• **EXERCISE DETAILS**
An exact transcription of all the data is required.

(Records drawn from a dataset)
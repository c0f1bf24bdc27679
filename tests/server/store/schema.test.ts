import { sql } from 'drizzle-orm';
import { instant, timestampOfUtcMs, utcMsOfTimestamp } from '@/db/schema/columns';
import * as schema from '@/db/schema';
import { insertExclusion } from '@/server/store/exclusions';
import { databaseOfThisFile } from '@/tests/support/database';
import { eveningUtcMs, makeLab, makeRig, makeRun, runStart } from './rows';

const database = databaseOfThisFile();
const run = (text: string) => database().connection.pool.query(text);

test('an instant keeps its microseconds through the database', async () => {
  const { db } = database().connection;
  const at = Date.parse('2031-05-06T07:08:09.123Z') + 0.456;
  const [lab] = await db.insert(schema.labs).values({ name: 'Quillfen', timeZone: 'Europe/Zurich', createdAt: at }).returning();
  expect(lab?.createdAt).toBeCloseTo(at, 3);
  const { rows } = await run(`select to_char(created_at at time zone 'UTC', 'YYYY-MM-DD"T"HH24:MI:SS.US') as text from labs`);
  expect(rows[0].text).toBe('2031-05-06T07:08:09.123456');
});

test('timestamps before 1970 and with other offsets are read right', () => {
  expect(timestampOfUtcMs(-0.001)).toBe('1969-12-31T23:59:59.999999Z');
  expect(utcMsOfTimestamp('1969-12-31 23:59:59.999999+00')).toBeCloseTo(-0.001, 6);
  expect(utcMsOfTimestamp('2031-05-06 09:08:09.5+05:30')).toBe(Date.parse('2031-05-06T03:38:09.500Z'));
  expect(() => timestampOfUtcMs(Number.NaN)).toThrow('finite');
  expect(instant).toBeDefined();
});

test.each(['rig_revisions', 'protocol_revisions', 'run_events', 'audit', 'exclusions', 'step_notes'])(
  '%s refuses TRUNCATE',
  async (table) => {
    await expect(run(`truncate ${table} cascade`)).rejects.toThrow('never changed or deleted');
  },
);

test('an audit row can be neither changed nor deleted', async () => {
  const [lab] = await database().connection.db.select().from(schema.labs).limit(1);
  await run(`insert into audit values ('${lab?.id}', 1, '2031-05-06T07:08:09.123Z', 'kind', '{}', 'p', 'h')`);
  await expect(run(`update audit set kind = 'other'`)).rejects.toThrow('never changed or deleted');
  await expect(run('delete from audit')).rejects.toThrow('never changed or deleted');
});

test('an exclusion is never deleted, and never changed once it is withdrawn', async () => {
  const { db } = database().connection;
  const lab = await makeLab(db);
  const start = runStart(lab.id, await makeRig(db, lab.id));
  await makeRun(db, start);
  const stretch = { labId: lab.id, runId: start.runId, startUtcMs: eveningUtcMs, endUtcMs: eveningUtcMs + 1 };
  await insertExclusion(db, { ...stretch, madeAt: eveningUtcMs, madeBy: 'Tam', reason: 'a door' });
  await expect(run('delete from exclusions')).rejects.toThrow('never changed or deleted');
  await expect(run(`update exclusions set reason = 'no door'`)).rejects.toThrow('never changed or deleted');
  await run(`update exclusions set withdrawn_at = now(), withdrawn_by = 'Tam', withdrawn_reason = 'no door'`);
  await expect(run('update exclusions set withdrawn_at = null')).rejects.toThrow('never changed or deleted');
});

describe('samples', () => {
  const lab = '11111111-1111-4111-8111-111111111111';
  const put = (at: string) => run(`insert into samples values ('${lab}', '${lab}', '${at}', 1)`);
  const placeOf = async (at: string) =>
    (await run(`select tableoid::regclass::text as place from samples where at = '${at}'`)).rows[0]?.place;

  test('lie in the default partition until the month has its own, then move there', async () => {
    await put('2031-05-31T23:59:59.999999Z');
    await put('2031-06-01T00:00:00Z');
    expect(await placeOf('2031-06-01T00:00:00Z')).toBe('samples_default');
    const { rows } = await run(`select make_sample_partitions('2031-05-20T12:00:00Z', 3) as made`);
    expect(rows[0].made).toBe(3);
    expect(await placeOf('2031-05-31T23:59:59.999999Z')).toBe('samples_2031_05');
    expect(await placeOf('2031-06-01T00:00:00Z')).toBe('samples_2031_06');
    await put('2031-07-31T23:59:59Z');
    expect(await placeOf('2031-07-31T23:59:59Z')).toBe('samples_2031_07');
  });

  test('making partitions again makes none', async () => {
    const { rows } = await run(`select make_sample_partitions('2031-05-20T12:00:00Z', 3) as made`);
    expect(rows[0].made).toBe(0);
  });

  test('a reading through the table finds all of them', async () => {
    const { rows } = await database().connection.db.execute(sql`select count(*)::int as n from samples`);
    expect(rows[0]?.n).toBe(3);
  });
});

test('a row of one lab cannot point into another', async () => {
  const { db } = database().connection;
  const [a, b] = await db
    .insert(schema.labs)
    .values(['A', 'B'].map((name) => ({ name, timeZone: 'UTC', createdAt: 0 })))
    .returning();
  const [rig] = await db
    .insert(schema.rigs)
    .values({ labId: a?.id ?? '', name: 'North bench', revision: 1, createdAt: 0 })
    .returning();
  const setIn = (labId: string) =>
    db.insert(schema.massSets).values({ labId, rigId: rig?.id ?? '', label: 'lead', sources: { shape: 'none' }, createdAt: 0 });
  await expect(setIn(b?.id ?? '')).rejects.toThrow();
  await setIn(a?.id ?? '');
});

test('an id that is no UUID finds nothing instead of failing', async () => {
  const { db } = database().connection;
  expect(await db.query.labs.findMany({ where: (lab, { eq }) => eq(lab.id, "no-such-lab' or true") })).toEqual([]);
});
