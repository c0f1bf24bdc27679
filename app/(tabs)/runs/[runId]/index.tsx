import { RunScreen } from '@/components/runs/run-screen';

export default function Run() {
  return <RunScreen />;
}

• **ANSWER BOX**
repository c0f1bf24bdc27679
filename tests/server/store/schema.test.ts
import { sql } from 'drizzle-orm';
import { instant, timestampOfUtcMs, utcMsOfTimestamp } from '@/db/schema/columns';
import * as schema from '@/db/schema';
import { insertExclusion } from '@/server/store/exclusions';
import { databaseOfThisFile } from '@/tests/support/database';
import { eveningUtcMs, makeLab, makeRig, makeRun, runStart } from './rows';

const database = databaseOfThisFile();
const run = (text: string) => database().connection.pool.query(text);

test('an instant keeps its microseconds through the database', async () => {
  const { db } = database().connection;
  const at = Date.parse('2031-05-06T07:08:09.123Z') + 0.456;
  const [lab] = await db.insert(schema.labs).values({ name: 'Quillfen', timeZone: 'Europe/Zurich', createdAt: at }).returning();
  expect(lab?.createdAt).toBeCloseTo(at, 3);
  const { rows } = await run(`select to_char(created_at at time zone 'UTC', 'YYYY-MM-DD"T"HH24:MI:SS.US') as text from labs`);
  expect(rows[0].text).toBe('2031-05-06T07:08:09.123456');
});

test('timestamps before 1970 and with other offsets are read right', () => {
  expect(timestampOfUtcMs(-0.001)).toBe('1969-12-31T23:59:59.999999Z');
  expect(utcMsOfTimestamp('1969-12-31 23:59:59.999999+00')).toBeCloseTo(-0.001, 6);
  expect(utcMsOfTimestamp('2031-05-06 09:08:09.5+05:30')).toBe(Date.parse('2031-05-06T03:38:09.500Z'));
  expect(() => timestampOfUtcMs(Number.NaN)).toThrow('finite');
  expect(instant).toBeDefined();
});

test.each(['rig_revisions', 'protocol_revisions', 'run_events', 'audit', 'exclusions', 'step_notes'])(
  '%s refuses TRUNCATE',
  async (table) => {
    await expect(run(`truncate ${table} cascade`)).rejects.toThrow('never changed or deleted');
  },
);

test('an audit row can be neither changed nor deleted', async () => {
  const [lab] = await database().connection.db.select().from(schema.labs).limit(1);
  await run(`insert into audit values ('${lab?.id}', 1, '2031-05-06T07:08:09.123Z', 'kind', '{}', 'p', 'h')`);
  await expect(run(`update audit set kind = 'other'`)).rejects.toThrow('never changed or deleted');
  await expect(run('delete from audit')).rejects.toThrow('never changed or deleted');
});

test('an exclusion is never deleted, and never changed once it is withdrawn', async () => {
  const { db } = database().connection;
  const lab = await makeLab(db);
  const start = runStart(lab.id, await makeRig(db, lab.id));
  await makeRun(db, start);
  const stretch = { labId: lab.id, runId: start.runId, startUtcMs: eveningUtcMs, endUtcMs: eveningUtcMs + 1 };
  await insertExclusion(db, { ...stretch, madeAt: eveningUtcMs, madeBy: 'Tam', reason: 'a door' });
  await expect(run('delete from exclusions')).rejects.toThrow('never changed or deleted');
  await expect(run(`update exclusions set reason = 'no door'`)).rejects.toThrow('never changed or deleted');
  await run(`update exclusions set withdrawn_at = now(), withdrawn_by = 'Tam', withdrawn_reason = 'no door'`);
  await expect(run('update exclusions set withdrawn_at = null')).rejects.toThrow('never changed or deleted');
});

describe('samples', () => {
  const lab = '11111111-1111-4111-8111-111111111111';
  const put = (at: string) => run(`insert into samples values ('${lab}', '${lab}', '${at}', 1)`);
  const placeOf = async (at: string) =>
    (await run(`select tableoid::regclass::text as place from samples where at = '${at}'`)).rows[0]?.place;

  test('lie in the default partition until the month has its own, then move there', async () => {
    await put('2031-05-31T23:59:59.999999Z');
    await put('2031-06-01T00:00:00Z');
    expect(await placeOf('2031-06-01T00:00:00Z')).toBe('samples_default');
    const { rows } = await run(`select make_sample_partitions('2031-05-20T12:00:00Z', 3) as made`);
    expect(rows[0].made).toBe(3);
    expect(await placeOf('2031-05-31T23:59:59.999999Z')).toBe('samples_2031_05');
    expect(await placeOf('2031-06-01T00:00:00Z')).toBe('samples_2031_06');
    await put('2031-07-31T23:59:59Z');
    expect(await placeOf('2031-07-31T23:59:59Z')).toBe('samples_2031_07');
  });

  test('making partitions again makes none', async () => {
    const { rows } = await run(`select make_sample_partitions('2031-05-20T12:00:00Z', 3) as made`);
    expect(rows[0].made).toBe(0);
  });

  test('a reading through the table finds all of them', async () => {
    const { rows } = await database().connection.db.execute(sql`select count(*)::int as n from samples`);
    expect(rows[0]?.n).toBe(3);
  });
});

test('a row of one lab cannot point into another', async () => {
  const { db } = database().connection;
  const [a, b] = await db
    .insert(schema.labs)
    .values(['A', 'B'].map((name) => ({ name, timeZone: 'UTC', createdAt: 0 })))
    .returning();
  const [rig] = await db
    .insert(schema.rigs)
    .values({ labId: a?.id ?? '', name: 'North bench', revision: 1, createdAt: 0 })
    .returning();
  const setIn = (labId: string) =>
    db.insert(schema.massSets).values({ labId, rigId: rig?.id ?? '', label: 'lead', sources: { shape: 'none' }, createdAt: 0 });
  await expect(setIn(b?.id ?? '')).rejects.toThrow();
  await setIn(a?.id ?? '');
});

test('an id that is no UUID finds nothing instead of failing', async () => {
  const { db } = database().connection;
  expect(await db.query.labs.findMany({ where: (lab, { eq }) => eq(lab.id, "no-such-lab' or true") })).toEqual([]);
});
repository c0f1bf24bdc27679
filename app/(tabs)/runs/[runId]/index.tsx
import { RunScreen } from '@/components/runs/run-screen';

export default function Run() {
  return <RunScreen />;
}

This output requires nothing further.